In the entries that follow, how many lines include "above"? Give the number and nothing else.

(RECORDED INFORMATION)
----
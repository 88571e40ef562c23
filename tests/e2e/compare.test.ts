/**
 * Browser: a QA lead writes a spec, then a designer compares the two demo module batches in the
 * grid with pass/fail, the statistics side by side (on a phone: one figure at a time, a card per
 * batch, the grid one tap away) and the distribution chart; the comparison is in the address, so
 * a reload or a link opens the same one.
 */
import type { Page } from 'playwright-core';
import { layoutProblems, openBrowser, screenshot, signInThroughForm, VIEWPORTS } from '@/tests/support/browser';
import { startServerProcess } from '@/tests/support/server-process';
import type { ServerProcess } from '@/tests/support/server-process';

let srv: ServerProcess;
beforeAll(async () => {
  srv = await startServerProcess();
  const b = await openBrowser(VIEWPORTS.wide);
  try {
    await signInThroughForm(b.page, srv.url, 'quinn.mbeki@kestrel-pv.example', 'kestrel-qa-demo');
    await b.page.goto(`${srv.url}/specs`, { waitUntil: 'load' });
    await b.page.getByTestId('new-spec').click();
    await b.page.getByTestId('spec-name').fill('Module release');
    await b.page.getByTestId('limit-pmp_w-min').fill('300');
    await b.page.getByTestId('limit-ff-min').fill('70');
    await b.page.getByTestId('class-mode-steps').click();
    await b.page.getByTestId('class-step').fill('5');
    await b.page.getByTestId('spec-save').click();
    await b.page.getByTestId('spec-screen').waitFor();
    expect(await b.page.getByTestId('spec-limits').innerText()).toMatch(/≥ 300 W/);
    await screenshot(b.page, 'spec-saved-wide');
  } finally {
    await b.close();
  }
});
afterAll(async () => {
  await srv?.stop();
});

const LOT_2611 = 'KF-M60 line 2, lot 2611';
const LOT_2612 = 'KF-M60 line 3, lot 2612';

/** Whether a chip (role checkbox) shows as chosen. */
const chosen = async (page: Page, testID: string) => (await page.getByTestId(testID).getAttribute('aria-checked')) === 'true';

/** The demo batches' and the spec's ids, read through the API with the page's session. */
async function idsOf(page: Page): Promise<{ batch: Record<string, string>; spec: string }> {
  return page.evaluate(async () => {
    const batches = (await (await fetch('/api/batches')).json()) as { batches: { id: string; name: string }[] };
    const specs = (await (await fetch('/api/specs')).json()) as { specs: { id: string; name: string }[] };
    return { batch: Object.fromEntries(batches.batches.map((x) => [x.name, x.id])), spec: specs.specs.find((x) => x.name === 'Module release')!.id };
  });
}

/** On a phone the grid waits behind a button; a wide screen shows it at once. */
async function openGrid(page: Page, phone: boolean) {
  if (phone) await page.getByTestId('show-grid').click();
}

/** The statistics as text: the side-by-side table, or on a phone the batches' cards in order. */
const statsText = (page: Page, phone: boolean) => page.getByTestId(phone ? 'compare-by-parameter' : 'stats-table').innerText();

describe.each(Object.entries(VIEWPORTS))('at %s width', (vpName, viewport) => {
  const phone = vpName === 'phone';
  it('two batches in the grid, statistics and distribution', async () => {
    const b = await openBrowser(viewport);
    try {
      await signInThroughForm(b.page, srv.url, 'dana.lindqvist@kestrel-pv.example', 'kestrel-design-demo');
      await b.page.goto(`${srv.url}/compare`, { waitUntil: 'load' });
      await b.page.getByTestId('pick-KF-M60 line 2, lot 2611').click();
      await b.page.getByTestId('pick-KF-M60 line 3, lot 2612').click();
      await b.page.getByTestId('compare-spec-Module release').click();
      await openGrid(b.page, phone);
      await b.page.getByTestId('grid-row-M2611-001').waitFor();
      // The demo's defective modules fail the 300 W / 70 % spec (sample-data scenario).
      expect(await b.page.getByTestId('grid-row-M2611-009').innerText()).toMatch(/fail/);
      await b.page.getByTestId('filter-fail').click();
      await b.page.getByTestId('grid-row-M2611-009').waitFor();
      expect(await b.page.getByTestId('grid-row-M2611-001').count()).toBe(0);
      await b.page.getByTestId('filter-all').click();
      await b.page.getByTestId('grid-sort-pmp_w').click();
      await screenshot(b.page, `compare-grid-${vpName}`);
      await b.page.getByTestId('param-rs_ohm').click();
      await b.page.getByTestId('distribution-chart').locator('svg').first().waitFor();
      // The choices are in the address, in the order picked.
      const ids = await idsOf(b.page);
      await b.page.waitForURL((u) => u.searchParams.get('param') === 'rs_ohm');
      const url = new URL(b.page.url());
      expect(url.searchParams.get('batches')).toBe(`${ids.batch[LOT_2611]},${ids.batch[LOT_2612]}`);
      expect(url.searchParams.get('spec')).toBe(ids.spec);
      const stats = await statsText(b.page, phone);
      expect(stats).toMatch(/median/);
      expect(stats).toMatch(/Ω/);
      expect(await b.page.getByTestId(phone ? `difference-${LOT_2612}` : 'differences').innerText()).toMatch(/95 %|CI|confidence/i);
      await b.page.getByTestId(phone ? 'compare-by-parameter' : 'stats-table').scrollIntoViewIfNeeded();
      expect(await layoutProblems(b.page)).toEqual([]);
      await screenshot(b.page, `compare-stats-${vpName}`);
    } finally {
      await b.close();
    }
  });

  it('a link with batches, parameter and spec opens that comparison, and a reload keeps it', async () => {
    const b = await openBrowser(viewport);
    try {
      await signInThroughForm(b.page, srv.url, 'dana.lindqvist@kestrel-pv.example', 'kestrel-design-demo');
      const ids = await idsOf(b.page);
      // Lot 2612 first: the first batch is the one the others are compared with.
      const link = `${srv.url}/compare?batches=${ids.batch[LOT_2612]},${ids.batch[LOT_2611]}&param=ff&spec=${ids.spec}`;
      await b.page.goto(link, { waitUntil: 'load' });
      await openGrid(b.page, phone);
      await b.page.getByTestId('grid-row-M2612-001').waitFor();
      await b.page.getByTestId('grid-row-M2611-001').waitFor();
      expect(await chosen(b.page, `pick-${LOT_2611}`)).toBe(true);
      expect(await chosen(b.page, `pick-${LOT_2612}`)).toBe(true);
      expect(await chosen(b.page, 'compare-spec-Module release')).toBe(true);
      expect(await chosen(b.page, 'param-ff')).toBe(true);
      expect(await chosen(b.page, 'param-pmp_w')).toBe(false);
      // The statistics are of FF (in %), in the linked order, judged against the spec (pass/fail filter shown).
      const stats = await statsText(b.page, phone);
      expect(stats).toMatch(/FF/);
      expect(stats).toMatch(/%/);
      expect(stats.indexOf(LOT_2612)).toBeLessThan(stats.indexOf(LOT_2611));
      await b.page.getByTestId('filter-fail').waitFor();
      await screenshot(b.page, `compare-link-${vpName}`);

      // Dropping a batch changes the address; a reload shows the same comparison.
      await b.page.getByTestId(`pick-${LOT_2611}`).click();
      await b.page.waitForURL((u) => u.searchParams.get('batches') === ids.batch[LOT_2612]);
      await b.page.reload({ waitUntil: 'load' });
      await openGrid(b.page, phone);
      await b.page.getByTestId('grid-row-M2612-001').waitFor();
      expect(await b.page.getByTestId('grid-row-M2611-001').count()).toBe(0);
      expect(await chosen(b.page, `pick-${LOT_2611}`)).toBe(false);
      expect(await chosen(b.page, 'param-ff')).toBe(true);
    } finally {
      await b.close();
    }
  });
});
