/**
 * Browser: a QA lead describes a measurement setup (a normal and a rectangular component on Pmax)
 * and writes a guard-band spec; the batch's review shows the decision rule and the devices inside
 * the guard band; the curve page shows Pmax ± its expanded uncertainty; the batch form offers the
 * setup. A second spec classes power in bins around the batch's nameplate, written in the editor.
 * Demo data (invented), at phone and wide width, with screenshots.
 */
import type { Page } from 'playwright-core';
import { layoutProblems, openBrowser, screenshot, signInThroughForm, VIEWPORTS } from '@/tests/support/browser';
import { startServerProcess } from '@/tests/support/server-process';
import type { ServerProcess } from '@/tests/support/server-process';

let srv: ServerProcess;
beforeAll(async () => {
  srv = await startServerProcess({ timeoutMs: 180_000 });
});
afterAll(async () => {
  await srv?.stop();
});

const BATCH = 'KF-M60 line 2, lot 2611';

async function openBatch(page: Page): Promise<void> {
  await page.goto(`${srv.url}/batches`, { waitUntil: 'load' });
  await page.getByTestId(`batch-${BATCH}`).click();
  await page.getByTestId('review-panel').waitFor();
}

describe.each(Object.entries(VIEWPORTS))('at %s width', (vpName, viewport) => {
  it('setup, guard-band spec, review counts, ± on the curve page, setup on the batch form', async () => {
    const b = await openBrowser(viewport);
    const page = b.page;
    try {
      await signInThroughForm(page, srv.url, 'quinn.mbeki@kestrel-pv.example', 'kestrel-qa-demo');

      // The setup: normal 2 % (k = 2) and rectangular 1.5 % on Pmax → U = 2·√(1 + 0.75) = 2.65 % (worked by hand).
      await page.goto(`${srv.url}/setups`, { waitUntil: 'load' });
      await page.getByTestId('new-setup').click();
      await page.getByTestId('setup-name').fill(`Line 2 flasher ${vpName}`);
      await page.getByTestId('setup-row-0-name').fill('Tester calibration');
      await page.getByTestId('setup-row-0-value').fill('2');
      await page.getByTestId('setup-add-row').click();
      await page.getByTestId('setup-row-1-name').fill('Non-uniformity on Pmax');
      await page.getByTestId('setup-row-1-rectangular').click();
      await page.getByTestId('setup-row-1-value').fill('1,5');
      expect(await page.getByTestId('setup-preview').innerText()).toMatch(/Pmax ±2\.65 %/);
      expect(await layoutProblems(page)).toEqual([]);
      await screenshot(page, `setup-editor-${vpName}`);
      await page.getByTestId('setup-save').click();
      await page.getByTestId(`setup-Line 2 flasher ${vpName}`).waitFor();
      await screenshot(page, `setups-${vpName}`);

      // The guard-band spec, and the editor's words for a nameplate-relative limit.
      await page.goto(`${srv.url}/specs`, { waitUntil: 'load' });
      await page.getByTestId('new-spec').click();
      await page.getByTestId('spec-name').fill(`Guard band ${vpName}`);
      await page.getByTestId('limit-pmp_w-min').fill('310');
      await page.getByTestId('rule-guard-band').click();
      await page.getByTestId('nameplate-below').fill('0');
      await page.getByTestId('nameplate-above').fill('5');
      expect(await page.getByTestId('nameplate-words').innerText()).toMatch(/Pmax at least nameplate − 0 W and at most nameplate \+ 5 W/);
      await page.getByTestId('spec-decision-rule').scrollIntoViewIfNeeded();
      expect(await layoutProblems(page)).toEqual([]);
      await screenshot(page, `spec-rule-${vpName}`);
      await page.getByTestId('nameplate-below').fill('');
      await page.getByTestId('nameplate-above').fill('');
      await page.getByTestId('spec-save').click();
      await page.getByTestId('spec-screen').waitFor();
      expect(await page.getByTestId('spec-rule-words').innerText()).toMatch(/Decision rule: guard band/);

      // The review: rule, setup and the devices within their uncertainty of 310 W (demo Pmax 311.7 W, 313.2 W … lie within 2.65 %).
      await openBatch(page);
      await page.getByTestId(`spec-choice-Guard band ${vpName}`).click();
      await page.getByTestId('decision-rule').waitFor();
      const rule = await page.getByTestId('decision-rule').innerText();
      expect(rule).toMatch(/Decision rule: guard band/);
      expect(rule).toMatch(/Pmax ±2\.65 %/);
      expect(Number(await page.getByTestId('count-guard-band').locator('text=/^\\d+$/').first().innerText())).toBeGreaterThan(0);
      await page.getByTestId('decision-rule').scrollIntoViewIfNeeded();
      expect(await layoutProblems(page)).toEqual([]);
      await screenshot(page, `review-guard-band-${vpName}`);

      // The curve page: Pmax ± U.
      await page.getByTestId('curve-table').scrollIntoViewIfNeeded().catch(() => undefined);
      await page.locator('[data-testid^="curve-row-"]:visible').first().click();
      await page.getByTestId('curve-screen').waitFor();
      expect(await page.getByTestId('figure-pmax').innerText()).toMatch(/\d ± \d[\d.]* W/);
      expect(await page.getByTestId('uncertainty-basis').innerText()).toMatch(/Line 2 flasher/);
      expect((await layoutProblems(page)).filter((p) => !p.includes('Physics of this curve'))).toEqual([]);
      await screenshot(page, `curve-uncertainty-${vpName}`);

      // The batch form offers the setups.
      await openBatch(page);
      await page.getByRole('button', { name: 'Edit details' }).click();
      await page.getByTestId('setup-picker').scrollIntoViewIfNeeded();
      expect(await page.getByTestId('setup-picker').innerText()).toMatch(/Organisation default/);
      expect(await layoutProblems(page)).toEqual([]);
      await screenshot(page, `batch-setup-${vpName}`);
    } finally {
      await b.close();
    }
  });

  it('power classes as bins around the nameplate: written in the editor, checked, stated in words, used by the evaluation', async () => {
    const b = await openBrowser(viewport);
    const page = b.page;
    try {
      await signInThroughForm(page, srv.url, 'quinn.mbeki@kestrel-pv.example', 'kestrel-qa-demo');
      await page.goto(`${srv.url}/specs`, { waitUntil: 'load' });
      await page.getByTestId('new-spec').click();
      await page.getByTestId('spec-name').fill(`Bins ${vpName}`);
      await page.getByTestId('class-mode-nameplate_bins').click();
      await page.getByTestId('class-basis-measured').click();
      await page.getByTestId('bin-unit-pct').click();
      // Three classes in % of the batch's 330 W nameplate; the second row first overlaps the first.
      const rows: [string, string, string][] = [['C', '-10', '-5'], ['B', '-6', '0'], ['A', '0', '5']];
      for (const [i, [label, from, to]] of rows.entries()) {
        if (i > 0) await page.getByTestId('bin-add').click();
        await page.getByTestId(`bin-row-${i}-label`).fill(label);
        await page.getByTestId(`bin-row-${i}-from`).fill(from);
        await page.getByTestId(`bin-row-${i}-to`).fill(to);
      }
      expect(await page.getByTestId('bin-row-0-words').innerText()).toBe('Class C: Pmax at least nameplate − 10 % and below nameplate − 5 %.');
      await page.getByTestId('spec-save').click();
      expect(await page.getByTestId('spec-issues').innerText()).toMatch(/Power class row 2 \(B\) from \(%\): overlaps row 1 \(C\), which reaches −5 %/);
      expect(await page.getByTestId('bin-row-1').getAttribute('aria-invalid')).toBe('true');
      expect(await page.getByTestId('bin-row-0').getAttribute('aria-invalid')).toBeNull();
      await page.getByTestId('spec-power-classes').scrollIntoViewIfNeeded();
      expect(await layoutProblems(page)).toEqual([]);
      await screenshot(page, `spec-bins-editor-${vpName}`);
      await page.getByTestId('bin-row-1-from').fill('-5');
      // A fourth row removed again.
      await page.getByTestId('bin-add').click();
      await page.getByTestId('bin-row-3-remove').click();
      expect(await page.getByTestId('bin-row-3').count()).toBe(0);
      await page.getByTestId('spec-save').click();
      await page.getByTestId('spec-screen').waitFor();
      const words = await page.getByTestId('spec-bin-words').innerText();
      expect(words).toMatch(/Class B: Pmax at least nameplate − 5 % and below the nameplate/);
      expect(words).toMatch(/Class A: Pmax at least the nameplate and below nameplate \+ 5 %/);
      const specId = page.url().split('/specs/')[1];
      await page.getByTestId('spec-bin-words').scrollIntoViewIfNeeded();
      expect(await layoutProblems(page)).toEqual([]);
      await screenshot(page, `spec-bins-view-${vpName}`);

      // The next version's editor shows the rows as they were typed, in %.
      await page.getByTestId('edit-spec').click();
      expect(await page.getByTestId('bin-unit-pct').getAttribute('aria-checked')).toBe('true');
      expect(await Promise.all([0, 1, 2].map((i) => page.getByTestId(`bin-row-${i}-from`).inputValue()))).toEqual(['-10', '-5', '0']);
      expect(await page.getByTestId('bin-row-2-to').inputValue()).toBe('5');

      // The evaluation classes each device by its measured Pmax against 330 W: C [297, 313.5), B [313.5, 330), A [330, 346.5) W.
      const ev = await page.evaluate(
        async ({ name, spec }) => {
          const { batches } = (await (await fetch('/api/batches')).json()) as { batches: { id: string; name: string }[] };
          const id = batches.find((x) => x.name === name)!.id;
          return (await (await fetch(`/api/batches/${id}/evaluation?spec=${spec}`)).json()) as { devices: { power_class: string | null; values: { pmp_w?: number | null } }[]; power_class_counts: Record<string, number> };
        },
        { name: BATCH, spec: specId },
      );
      const expected = (p: number) => (p >= 297 && p < 313.5 ? 'C' : p >= 313.5 && p < 330 ? 'B' : p >= 330 && p < 346.5 ? 'A' : null);
      expect(ev.devices.length).toBeGreaterThan(0);
      expect(ev.devices.map((d) => d.power_class)).toEqual(ev.devices.map((d) => expected(d.values.pmp_w!)));
      expect(ev.devices.filter((d) => d.power_class !== null).length).toBeGreaterThan(0);

      // The review shows the same classes.
      await openBatch(page);
      await page.getByTestId(`spec-choice-Bins ${vpName}`).click();
      await page.getByTestId('decision-rule').waitFor();
      const shown = await page.getByTestId('power-classes').innerText();
      for (const [cls, n] of Object.entries(ev.power_class_counts)) expect(shown).toMatch(new RegExp(`${cls}\\s*× ${n}`));
      // The bins in watts for this batch: 330 W × (1 − 10 %) = 297 W, × 0.95 = 313.5 W, × 1.05 = 346.5 W.
      expect(await page.getByTestId('nameplate-bins-note').innerText()).toBe("Classes around this batch's nameplate 330 W, on Pmax (from ≤ power < to): C 297–313.5 W, B 313.5–330 W, A 330–346.5 W.");
      await page.getByTestId('power-classes').scrollIntoViewIfNeeded();
      expect(await layoutProblems(page)).toEqual([]);
      await screenshot(page, `review-bins-${vpName}`);
    } finally {
      await b.close();
    }
  });
});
----
(TASK SOLUTION) 2